Neural Network

A neural network is, simply put, a series of algorithms that is extremely good at recognizing underlying relationships (correlations) in a set of data through a process that mimics the way the human brain operates.

Neural Networks are simply really good function approximators.

Most Common Neural Net Mistakes:

  1. You didn’t try to overfit a single batch first
  2. You forgot to toggle train/eval mode for the net
  3. You forgot .zero_grad() (in PyTorch) before .backward()
  4. You passed softmaxed outputs to a loss that expects raw logits

See A Recipe for Training Neural Networksby Andrej Karpathy, published in 2019.

I wrote an article on it on Medium, see Coding a Neural Network.

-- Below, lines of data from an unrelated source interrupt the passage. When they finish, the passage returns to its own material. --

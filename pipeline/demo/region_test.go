package demo

import (
	"math"
	"regexp"
	"slices"
	"testing"
)

// The widths that formats have for codes and names, for built-in and generated
// entries alike.
func TestRegionFitsTheFormats(t *testing.T) {
	forms := map[string]*regexp.Regexp{
		"Q1": regexp.MustCompile(`^\d{5}$`),                // integer 14 of V2
		"Q2": regexp.MustCompile(`^[A-Z0-9]{3,6}$`),        // columns 29–34
		"Q3": regexp.MustCompile(`^QV(AH\d\d|[AB]\d{3})$`), // six characters; H marks a borehole
		"Q4": regexp.MustCompile(`^[A-Z0-9]{3,6}$`),
		"Q5": regexp.MustCompile(`^[A-Z0-9]{3,6}$`),
	}
	codes := map[string]bool{}
	for i, s := range stations(MaxCount, 5) {
		if s.network != &networks[i%len(networks)] {
			t.Errorf("station %d (%s) is of network %s: not in turn", i, s.code, s.network.code)
		}
		if !forms[s.network.code].MatchString(s.code) {
			t.Errorf("station code %q does not fit network %s", s.code, s.network.code)
		}
		if codes[s.code] {
			t.Errorf("station code %q occurs twice", s.code)
		}
		codes[s.code] = true
		if len(s.name) > 30 {
			t.Errorf("station name %q is longer than 30 characters", s.name)
		}
		if s.vs30 < 200 || s.vs30 > 900 || 100%s.rateHz != 0 && s.rateHz != 200 {
			t.Errorf("station %s: Vs30 %g m/s, %d Hz", s.code, s.vs30, s.rateHz)
		}
		if s.rateHz == 200 && s.network.code == "Q5" {
			t.Errorf("station %s: plain files print two decimals of time", s.code)
		}
		position(t, s.code, s.latitude, s.longitude)
	}
}

func TestEvents(t *testing.T) {
	minutes := map[string]bool{}
	for _, e := range events(MaxCount, 5) {
		// K-NET file names carry the minute only.
		if m := e.origin.Format("200601021504"); minutes[m] {
			t.Errorf("two events in minute %s", m)
		} else {
			minutes[m] = true
		}
		if e.magnitude < 5 || e.magnitude > 7.2 || e.depthKM < 6 || e.depthKM > 35 || e.stressPa < 5e6 || e.stressPa > 11e6 {
			t.Errorf("event %s: magnitude %g, depth %g km, stress drop %g Pa", e.name, e.magnitude, e.depthKM, e.stressPa)
		}
		if year := e.origin.Year(); year < 1990 || year > 2026 {
			t.Errorf("event %s of %d: two digits of the year must be clear", e.name, year)
		}
		position(t, e.name, e.latitude, e.longitude)
	}
}

// position checks that coordinates lie in the region and have three decimals.
func position(t *testing.T, what string, latitude, longitude float64) {
	t.Helper()
	if latitude < 37.5 || latitude > 38.7 || longitude < 169.4 || longitude > 171.5 {
		t.Errorf("%s lies at %g, %g: outside the region", what, latitude, longitude)
	}
	for _, v := range []float64{latitude, longitude} {
		if math.Abs(v*1000-math.Round(v*1000)) > 1e-6 {
			t.Errorf("%s: coordinate %v has more than three decimals", what, v)
		}
	}
}

// A longer list begins with the shorter one.
func TestGeneratedListsGrow(t *testing.T) {
	if !slices.Equal(stations(30, 2)[:25], stations(25, 2)) {
		t.Error("the first 25 of 30 stations are not the 25 stations")
	}
	if !slices.Equal(events(30, 2)[:25], events(25, 2)) {
		t.Error("the first 25 of 30 events are not the 25 events")
	}
	if slices.Equal(stations(30, 2), stations(30, 3)) {
		t.Error("seeds 2 and 3 generate the same stations")
	}
}

// Distances on a sphere of 6371.0088 km: one degree is 111.195 km.
func TestEpicentral(t *testing.T) {
	for _, c := range []struct {
		name                   string
		lat1, lon1, lat2, lon2 float64
		km, azimuth            float64
	}{
		{"north", 38, 170, 39, 170, 111.20, 0},
		{"south", 38, 170, 37, 170, 111.20, 180},
		{"east on the equator", 0, 10, 0, 11, 111.20, 90},
		{"west on the equator", 0, 10, 0, 9, 111.20, 270},
		{"quarter of the globe", 0, 0, 0, 90, 10007.56, 90},
		{"nowhere", 38, 170, 38, 170, 0, 0},
	} {
		km, azimuth := epicentral(&event{latitude: c.lat1, longitude: c.lon1}, &station{latitude: c.lat2, longitude: c.lon2})
		if km != c.km || azimuth != c.azimuth {
			t.Errorf("%s: %g km at %g°, want %g km at %g°", c.name, km, azimuth, c.km, c.azimuth)
		}
	}
}

func TestStructures(t *testing.T) {
	quantity := regexp.MustCompile(`^\d+(\.\d+)?(s|kN/mm|kN|%|m)$`)
	names := map[string]bool{}
	for _, s := range Structures() {
		if names[s.Name] || s.Name == "" {
			t.Errorf("structure %q: name is empty or occurs twice", s.Name)
		}
		names[s.Name] = true
		if (s.Period == "") == (s.Stiffness == "") {
			t.Errorf("%s: needs a period or a stiffness, and not both", s.Name)
		}
		for _, q := range []string{s.Period + s.Stiffness, s.Weight, s.Damping, s.Height} {
			if !quantity.MatchString(q) {
				t.Errorf("%s: %q is no quantity with a unit", s.Name, q)
			}
		}
	}
}
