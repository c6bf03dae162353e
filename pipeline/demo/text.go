package demo

import (
	"math"
	"strconv"
)

// file is a file to write: its name in the network's folder and its content.
type file struct {
	name string
	data []byte
}

// column is one component of a record under the names that formats give it.
type column struct {
	motion  []int32 // µm/s²
	compass string  // NS, EW, UD
	dashed  string  // N-S, E-W, U-D
	words   string  // 360 Deg, 90 Deg, Up
	azimuth int     // 360, 90; 0 for the vertical
}

// columns returns the three components.
func (r *record) columns() [3]column {
	return [3]column{
		{r.north, "NS", "N-S", "360 Deg", 360},
		{r.east, "EW", "E-W", "90 Deg", 90},
		{r.up, "UD", "U-D", "Up", 0},
	}
}

// base is the stem of the record's files in the formats that are free to choose
// it: event, station and, at a second place, that place.
func (r *record) base() string {
	s := r.event.code() + "_" + r.station.code
	if r.place == roof {
		s += "_roof"
	}
	return s
}

// location says in words where the instruments stand.
func (r *record) location() string {
	switch r.place {
	case roof:
		return "Roof: Centre"
	case borehole:
		return "Borehole"
	}
	return "Free field"
}

// cmps2 is what a step of the samples is worth in cm/s², the unit in which most
// of the formats print four decimals, which are exact.
const cmps2 = 1e-4

// peak returns the index of the largest absolute value; the first of equals.
func peak[T int32 | float64](x []T) int {
	at, largest := 0, T(0)
	for i, v := range x {
		if v < 0 {
			v = -v
		}
		if v > largest {
			at, largest = i, v
		}
	}
	return at
}

// card is a line of 80 columns, counted from 1, filled in place by place.
type card [80]byte

func newCard() *card {
	var c card
	for i := range c {
		c[i] = ' '
	}
	return &c
}

// put writes s from a column on, up to the end of the card at most, and returns
// the card.
func (c *card) put(col int, s string) *card {
	copy(c[col-1:], s)
	return c
}

// putInt writes an integer that ends in column last.
func (c *card) putInt(last, v int) *card {
	s := strconv.Itoa(v)
	return c.put(last-len(s)+1, s)
}

// putFixed writes a number of so many decimals that ends in column last.
func (c *card) putFixed(last int, v float64, decimals int) *card {
	s := fixed(v, decimals)
	return c.put(last-len(s)+1, s)
}

// fixed prints v with so many decimals and without a zero before the point, as
// Fortran's F does in narrow fields.
func fixed(v float64, decimals int) string {
	s := strconv.FormatFloat(v, 'f', decimals, 64)
	switch {
	case len(s) > 1 && s[0] == '0':
		return s[1:]
	case len(s) > 2 && s[0] == '-' && s[1] == '0':
		return "-" + s[2:]
	}
	return s
}

// appendScaled appends v·10^−decimals right-aligned in a field of the width,
// without a zero before the point. A number too wide for it takes the room it
// needs; the writers choose widths that hold all values.
func appendScaled(b []byte, v int64, decimals, width int) []byte {
	var field [24]byte
	at := len(field)
	negative := v < 0
	if negative {
		v = -v
	}
	for i := range decimals {
		at--
		field[at] = byte('0' + v%10)
		v /= 10
		if i == decimals-1 {
			at--
			field[at] = '.'
		}
	}
	for first := decimals == 0; v > 0 || first; first = false {
		at--
		field[at] = byte('0' + v%10)
		v /= 10
	}
	if negative {
		at--
		field[at] = '-'
	}
	for range width - (len(field) - at) {
		b = append(b, ' ')
	}
	return append(b, field[at:]...)
}

// block appends n numbers in rows of perRow, each by number, and ends each row.
func block(b []byte, n, perRow int, lineEnd string, number func(b []byte, i int) []byte) []byte {
	for i := range n {
		b = number(b, i)
		if (i+1)%perRow == 0 || i == n-1 {
			b = append(b, lineEnd...)
		}
	}
	return b
}

// decimalsFor returns how many decimals a field of ten characters has room for,
// at most seven, if no value is larger than peak: a sign and a blank stay free.
func decimalsFor(peak float64) int {
	digits := 0
	for v := math.Abs(peak); v >= 1; v /= 10 {
		digits++
	}
	return max(0, min(7, 8-digits))
}
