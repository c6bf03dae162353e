package demo

import "fmt"

// readmeName is the file by which a folder is known again.
const readmeName = "README.txt"

// signature tells the files of one set of options from those of another.
func signature(o Options) string {
	return fmt.Sprintf("Seed %d, %d earthquakes, %d stations", o.Seed, o.Events, o.Stations)
}

// readme returns the text that goes with the files.
func readme(seed int64, sum *Summary) []byte {
	b := fmt.Appendf(nil, `Records of an invented region
=============================

Everything in this folder is invented. There is no island of %s, its
networks, stations and earthquakes do not exist, and no instrument recorded
these motions: they are simulated by the stochastic method (D. M. Boore, 2003,
Pure and Applied Geophysics 160:635-676). They show what record files look like
and are of no use for the design or assessment of anything.

%s, %d records of three components.

`, regionName, signature(Options{Seed: int(seed), Events: sum.Events, Stations: sum.Stations}), sum.Records)
	for _, n := range networks[:min(len(networks), sum.Stations)] {
		b = fmt.Appendf(b, "%-18s %s, %s\n", n.folder, n.name, n.format)
	}
	b = append(b, `
catalogue.csv      magnitudes, places, Vs30 and distances, which some of the
                   formats leave out. Distances are epicentral, in km.
`...)
	if sum.Damaged > 0 {
		b = append(b, `damaged            one file cut off in its samples and one in volts, to show how a
                   file is refused
`...)
	}
	return fmt.Appendf(b, `
Accelerations are filtered from %g Hz to 40 Hz, or to 0.4 of the sampling rate
where that is less; those of the ground array are raw counts, with the offset,
noise and drift of a sensor. One station has a second set of instruments on a roof and
one has a borehole, where the list of stations reaches that far; neither is a
ground motion at the surface.
`, lowCutHz)
}
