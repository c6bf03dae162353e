package stochastic

import "testing"

func TestWindow(t *testing.T) {
	for _, w := range []Window{StandardWindow(), {Epsilon: 0.5, Eta: 0.2, Stretch: 1}} {
		near(t, "maximum", w.At(w.Epsilon), 1, 1e-12)
		near(t, "end", w.At(1), w.Eta, 1e-12)
		for _, fraction := range []float64{-1, 0, 1.0001} {
			if v := w.At(fraction); v != 0 {
				t.Errorf("At(%g) = %g, want 0", fraction, v)
			}
		}
		const n = 1000
		for i := 1; i < n; i++ {
			x := float64(i) / n
			rises := w.At(x+1.0/n) > w.At(x)
			if want := x+1.0/n <= w.Epsilon+1e-9; rises != want && (x+1.0/n <= w.Epsilon || x >= w.Epsilon) {
				t.Errorf("ε = %g: window rises at %g: %v, want %v", w.Epsilon, x, rises, want)
			}
		}
	}
}

func TestDuration(t *testing.T) {
	p := example()
	f0 := CornerFrequency(Moment(6), 8e6, 3500)
	near(t, "DurationS", p.DurationS(), 1/f0+1.5, 1e-12) // 0.05 s/km over 30 km
	near(t, "SpanS", p.SpanS(), 12+2*(1/f0+1.5), 1e-12)
}
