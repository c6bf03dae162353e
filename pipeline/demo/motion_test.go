package demo

import (
	"math"
	"testing"

	"swaybook/pipeline/stochastic"
)

func TestSwayAmplitude(t *testing.T) {
	for _, c := range []struct{ r, want float64 }{
		{0, 1},            // moves with the ground
		{1, 10.049875621}, // √(1 + 4ζ²)/(2ζ) with ζ = 0.05
		{math.Sqrt2, 1},   // independent of damping
		{100, 0.001005},   // far above: 2ζ/r and a little
	} {
		if got := swayAmplitude(c.r); math.Abs(got-c.want) > 1e-3*c.want {
			t.Errorf("swayAmplitude(%g) = %.9g, want %.9g", c.r, got, c.want)
		}
	}
}

// All parameters that the region can give are valid.
func TestParametersAreValid(t *testing.T) {
	for _, e := range events(40, 1) {
		for _, s := range stations(40, 1) {
			for _, at := range []place{surface, roof, borehole} {
				p := parameters(&e, &s, at, 1000*math.Hypot(50, e.depthKM))
				for _, q := range []stochastic.Params{p, vertical(p, at)} {
					if err := q.Validate(); err != nil {
						t.Fatalf("%s at %s: %v", e.name, s.code, err)
					}
				}
			}
		}
	}
}

// pga returns the larger horizontal peak in m/s².
func pga(r *record) float64 {
	a, b := r.north[peak(r.north)], r.east[peak(r.east)]
	return max(math.Abs(float64(a)), math.Abs(float64(b))) / stepsPerMPS2
}

// The built-in region looks like a region: lengths and peaks are those of
// records, motion grows with magnitude and fades with distance, the roof moves
// more than the ground, the bottom of the borehole less.
func TestRegionLooksReal(t *testing.T) {
	var near, far, small, large []float64
	for i, e := range events(DefaultEvents, 0) {
		for j, s := range stations(DefaultStations, 0) {
			list := simulate(&e, &s, generator(0, uint64(100*i+j)))
			r := list[0]
			if d := r.durationS(); d < 20 || d > 80 {
				t.Errorf("%s at %s lasts %d s, want 20 to 80 s", e.name, s.code, d)
			}
			ground := pga(r)
			if ground < 0.002 || ground > 2*9.80665 {
				t.Errorf("%s at %s: peak %g m/s²", e.name, s.code, ground)
			}
			if up := math.Abs(float64(r.up[peak(r.up)])) / stepsPerMPS2; up > 1.5*ground {
				t.Errorf("%s at %s: vertical peak %g m/s² over %g m/s² horizontal", e.name, s.code, up, ground)
			}
			switch {
			case s.second == roof && pga(list[1]) < 1.2*ground:
				t.Errorf("%s: roof %g m/s², ground %g m/s²", e.name, pga(list[1]), ground)
			case s.second == borehole && pga(list[1]) > 0.8*ground:
				t.Errorf("%s: borehole %g m/s², ground %g m/s²", e.name, pga(list[1]), ground)
			}
			if e.magnitude < 6 {
				small = append(small, math.Log(ground))
			} else {
				large = append(large, math.Log(ground))
			}
			if r.distanceKM < 50 {
				near = append(near, math.Log(ground))
			} else {
				far = append(far, math.Log(ground))
			}
		}
	}
	// Factors of e^0.5 are far below what the model gives, and far above chance.
	if mean(near) < mean(far)+0.5 || mean(large) < mean(small)+0.5 {
		t.Errorf("mean ln PGA: %.2f within 50 km, %.2f beyond; %.2f from magnitude 6 on, %.2f below",
			mean(near), mean(far), mean(large), mean(small))
	}
}

func mean(x []float64) float64 {
	sum := 0.0
	for _, v := range x {
		sum += v
	}
	return sum / float64(len(x))
}

// The components of a record are not copies of each other, and two records of
// one event differ.
func TestRecordsDiffer(t *testing.T) {
	e, s := &events(1, 0)[0], &stations(1, 0)[0]
	a, b := simulate(e, s, generator(0, 10))[0], simulate(e, s, generator(0, 11))[0]
	for _, c := range []struct {
		name string
		x, y []int32
	}{{"north and east", a.north, a.east}, {"north and up", a.north, a.up}, {"two records", a.north, b.north}} {
		var xy, xx, yy float64
		for i := range c.x {
			x, y := float64(c.x[i]), float64(c.y[i])
			xy, xx, yy = xy+x*y, xx+x*x, yy+y*y
		}
		if r := xy / math.Sqrt(xx*yy); !(math.Abs(r) < 0.3) {
			t.Errorf("%s have correlation %.2f", c.name, r)
		}
	}
}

I remember this, but the reason we have Activation Functions is to get a non-linear property. Else if everything is linear, we can just collapse all of the linear layers in a single linear layer.

Name: Vanilla NN / Feedforward NN / MLP

When I was learning this at first in 2018, they were just called feedforward NNs to define an architecture composed only of fully-connected layers, but it seems now they more commonly take on the name of MLP (for Multilayer Perceptron)

Fully-connected layer means that every node in the layer has weights connecting it to every single node in the previous and next layer.

Concepts

Types of Neural Networks

Also see Deep Learning.

Steps

  1. Import the training set which serves as the input layer.
  2. Forward propagate the data from the input layer through the hidden layer to the output layer, where we get a predicted value y. Forward propagation is the process by which we multiply the input node by a random weight, and applying the activation function.
  3. Measure the error between the predicted value and the real value.
  4. Backpropagate the error and use gradient descent to modify the weights of the connections.
  5. Repeats these steps until the error is minimized sufficiently, by finding the optimal weights.

Vocabulary

The input layer: What the machine always knows. Ex: The banking behavior of a customer.
The hidden layer: Where the magic happens.
The output layer: What the machine will predict Ex: Whether or not the customer will quit within the next 6 months.
Node/Neuron: A thing that holds a number. Represented by a circle in the image.
Gradient descent: The algorithm that allows us to get more and more accurate data as the model improves by updating the weights of the connections.
Weights: These are the things that get updated by the model to become more accurate after every iteration. They are represented by the connections formed between each neuron. Each connection has a different weight.